From the Associated Press
SHANGHAI – Ten giant panda cubs will be on display at the Shanghai World Expo next year at the city’s zoos, giving tens of millions of Chinese and foreign visitors a glimpse at the highly endangered species.
The six females and four males will arrive in Shanghai in January and spend six months at the Shanghai Zoo and six months at Wild Zoo of Shanghai, said Cai Youming, deputy director of the Shanghai Forestry Bureau.
All the pandas were born at the country’s main panda research base in Sichuan province after the May 2008 earthquake that killed or left missing nearly 90,000 people, Cai said.
The Expo, due to begin May 1 and run for six months, is expected to draw 70 million visitors, most of them Chinese.
The Shanghai Zoo, which already has three older giant pandas, has refurbished its panda house to accommodate the new arrivals, part of a bumper crop of pandas born last year despite damage to the panda reserve and breeding center from the earthquake.

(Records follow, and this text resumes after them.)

/**
 * The population panel, folded away until used: its form (in the scenario form, so problems
 * find their fields), its run button and progress, and its results beside the plot. A
 * scenario that has a population opens the panel; one without leaves it folded.
 */
import '../population.css';
import type { PopulationResult } from '../../models/population/summary.ts';
import type { Problem } from './api.ts';
import { byId } from './dom.ts';
import type { FormHooks } from './model-form.ts';
import { PopulationForm } from './population-form.ts';
import { PopulationRun } from './population-run.ts';
import { forgetCovariateTable } from './population-table.ts';
import type { ScenarioStore } from './store.ts';

export interface PanelErrors {
  showInvalid(problems: Problem[]): void;
  showFailure(problems: Problem[]): void;
  showMessage(text: string, title: string): void;
  clear(): void;
}

export interface PopulationPanel {
  form: PopulationForm;
  run: PopulationRun;
  /** A new scenario was loaded: fold or open the panel to match, forget the old result. */
  replaced(): void;
}

declare global {
  interface Window {
    __tidemarkPopulation: { readonly result: PopulationResult | null; readonly sent: unknown; readonly chart: PopulationRun['view']['chart'] };
  }
}

export function setUpPopulation(store: ScenarioStore, hooks: FormHooks, errors: PanelErrors): PopulationPanel {
  const details = byId<HTMLDetailsElement>('population-details');
  const results = byId('population-results');
  const form = new PopulationForm(store, byId('population-form'), hooks);
  const run = new PopulationRun(store, byId<HTMLButtonElement>('run-population'), byId('population-status'), results, byId('population-output'), byId('population-progress-host'), {
    announce: (m) => hooks.announce(m),
    showInvalid: (p) => {
      details.open = true;
      errors.showInvalid(p);
    },
    showFailure: (p) => errors.showFailure(p),
    showMessage: (t, title) => errors.showMessage(t, title),
    clearErrors: () => errors.clear(),
  });
  window.__tidemarkPopulation = Object.freeze({
    get result() {
      return run.result;
    },
    get sent() {
      return run.sent;
    },
    get chart() {
      return run.view.chart;
    },
  });
  return {
    form,
    run,
    replaced() {
      details.open = store.scenario.population !== undefined;
      // What was set aside or half-pasted belonged to the scenario that was on screen.
      forgetCovariateTable();
      if (run.running) void run.cancel();
      run.result = null;
      run.sent = null;
      run.view.clear();
      results.hidden = true;
      byId('population-status').textContent = 'Not run yet.';
    },
  };
}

Pandas are threatened by loss of habitat, poaching and a low reproduction rate. Females in the wild normally have a cub once every two or three years. The fertility rate of captive giant pandas is even lower.
Only about 1,600 pandas live in the wild, mostly in China’s southwestern Sichuan province. An additional 120 pandas are in Chinese breeding facilities and zoos, and about 20 live in zoos outside China.